I came home Saturday morning. Corey was at work, and I decided to work on some housework stuff. I put on my music instead of a story, and began to sing along as I did dishes and cleaned counters. By the third song, the tears hit, but also something unexpected. I was angry. Deeply angry at God. Thoughts springing into my head that questioned every decision I have made to follow Him these last nearly two decades. Thoughts that questioned His love for me, His presence, His guidance. I had known the weeping was going to have to come, but had not expected such bitterness, anger, and despair.
I found myself yelling at God in ways I haven't in years, since before I came back to faith. Accusations. Criticisms. Desperation. I'm done. I quit. By the time Corey got home, I was wrecked. I hadn't seen him in a week, and the poor man comes home to me spitting mad and in tears. He pressed to ask me what was wrong, and I told him. He tried to redirect me by asking me what I would tell someone in my state, and I flipped my lid.

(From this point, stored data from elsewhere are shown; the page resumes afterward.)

import type { Matrix } from "../data/matrix.ts";

/**
 * Release–recapture counts of one stratum over T occasions (Burnham et al. 1987).
 * `released[i]`: animals released at occasion i (0 … T−2), lost ones not counted;
 * `seen` (T−1 × T−1, row-major): seen[i][j] = of those, next seen at occasion j + 1; zero for j < i.
 */
export interface Counts {
  readonly stratum: string;
  readonly occasions: number;
  readonly released: Float64Array;
  readonly seen: Matrix;
  /** Animals that the counts come from; NaN for counts tables. */
  readonly animals: number;
}
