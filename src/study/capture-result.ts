import type { RawFinding } from "../data/finding.ts";
import type { Interval, Occasion } from "../data/occasion.ts";
import type { Counts } from "./counts.ts";
import type { History, OccasionTally } from "./histories.ts";

export interface CaptureResult {
  /** Animal by animal, or by groups that share a history; undefined for counts tables, which do not hold them. */
  readonly histories: readonly History[] | undefined;
  /** One per stratum, strata in order of code unit. */
  readonly counts: readonly Counts[];
  /** The occasions that were handed in, or those that the table's columns name (dates and effort NaN). */
  readonly occasions: readonly Occasion[];
  /** Set only where the table itself defines the occasions: lengths as told, else 1. */
  readonly intervals: readonly Interval[] | undefined;
  readonly findings: readonly RawFinding[];
  /** Animals caught at one of the occasions; NaN for counts tables. */
  readonly animals: number;
  /** Captures that count: one per animal and occasion; NaN for counts tables. */
  readonly captures: number;
  readonly perOccasion: readonly OccasionTally[];
}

Earlier in the day, I ran across a post that made me realize a Facebook friend I have followed and conversed with for years was dead. Upon investigation, this man of strong faith, encouragement, and determination, who had inspired thousands of people in the years I'd known him, had succumbed to a battle with suicidal thoughts.
It struck me as I wept for this man and his friends and family that what I was struggling with was not my own thoughts, but an alien force, taking advantage of the opening made possible by my current time of deep transition, where all my normal anchors are being removed one by one. It also struck me that I am not alone in that battle, and it is a battle.
The trouble is, even knowing it was a battle, I couldn't stop it. It has been a really long time since I have been rolled under by such vicious spiritual turmoil. I cannot remember the last time I could not extricate myself from the attacks of the enemy. I could not even make myself sit down to read my Bible, and singing His praises simply made me weep harder. I do not remember the last time I felt that separated from God.
This is where discipline comes in and how God can use it, when I am too overwhelmed to stand. Corey had to work on Sunday, and I had already arranged for Kenny to come get me and the kids for church. Emma's friend was already spending the night to go to church in the morning. I didn't want to go to church, but I always go to church. There was never really any question of if I would go, no matter how I felt about it.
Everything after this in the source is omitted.